Many employers in Costa Rica, in both the private and public sectors, require their workers to obtain college degrees in order to get significant raises, advance in their career path, or get better jobs. For this reason, universities that offer night courses are experiencing even faster rates of growth since they are capitalizing on a higher number of Ticos who want to advance their careers and bring home a higher paycheck.
The demand for more university degrees among Costa Rica’s workforce has resulted in institutions such as the infamous Universidad Empresarial de Costa Rica (UNEM), which has been embroiled in a series of diploma mill scandals involving students that paid money for a degree that they did not earn through studies or academic competence. This is a school that has granted PhD degrees to professionals from the United States and Germany as well.
Aside from diploma mills, there are also the garage universities, which are dubious institutions of higher learning. These private universities are not diploma mills, but the quality of their curriculum and academic activities often comes into question. Critics of garage universities claim that they only exist to either indiscriminately collect tuition from students who know that they are far from getting a good education -but they are getting the coveted certificate of completion of studies that their jobs require.
Know-How Vs. Degrees
Technical and trade schools are part of a more promising learning sector that is also experiencing growth. The National Institute of Learning (INA in Spanish) is a public institution that graduates technicians who are ready to work. Their course catalog is extensive, and their focus is on teaching what students need to know to work at offices, free-trade zones, call centers, biomedical device manufacturing centers, tourism firms, banks, farms, laboratories, hospitals, public institutions, research centers, and more.

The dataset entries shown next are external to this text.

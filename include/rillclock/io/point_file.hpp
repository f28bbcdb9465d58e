#pragma once

#include <cstdint>
#include <filesystem>
#include <optional>
#include <string>
#include <vector>

#include "rillclock/core/notice.hpp"
#include "rillclock/io/reference_system.hpp"

namespace rillclock {

/// A point as the user's file gives it, in the target's coordinates.
struct NamedPlace {
    std::string name;
    Place place;
    std::int64_t feature = 0;  ///< from 1, in the order of the file
    std::vector<std::string> fields = {};  ///< texts of the fields asked for, in that order; empty where not set
};

/// How a file of points is read.
struct PointOptions {
    std::optional<std::string> layer = {};       ///< needed only where the file has several
    std::optional<std::string> name_field = {};  ///< default: the field called name, label or id, whichever comes first
    std::vector<std::string> fields = {};        ///< further fields to read
};

/// The points of a file, in its order, in the coordinates asked for.
struct PointFile {
    std::vector<NamedPlace> points;  ///< in the order of the file
    Notices notices;                 ///< features left out, one notice each
};

/// Reads points of any vector format that lies on the disk, as `read_shapes` does, and any reference system. A point
/// without a name is called "point N", N being its number in the file.
///
/// Features that are no single point, are empty, are not finite or have no image in `target` are left out with a
/// notice. Throws Error (inputs) where the file, layer or a field is not there, no feature is left, the reference system
/// is missing, or two points have one name.
[[nodiscard]] PointFile read_points(const std::filesystem::path& path, const PointOptions& options,
                                    const ReferenceSystem& target);

}  // namespace rillclock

The focus of INA is on developing enough classroom and hands-on experience for students to easily get a job and advance by their own virtue as valuable workers. This runs counter to the meritocracy system, and it is part of a global revolution in the hiring of human resources. Several employers are now focusing on know-how and potential when they hire workers; case in point: former U.S. spy agency contractor Edward Snowden, who does not have a university degree.
Public and private learning institutes that get to the point and teach students how things are done in the modern workplace are beginning to emerge in Costa Rica (although INA has been serving the public for many decades). In the future, these burgeoning academies may give universities a run for their enrollment statistics since Ticos are warming up to the idea of learning a trade or skill, particularly related to the STEM fields, that will get them hired. Universities are already reacting to this looming competition by adding more hands-on learning. In the end, students will benefit with a more well-rounded education.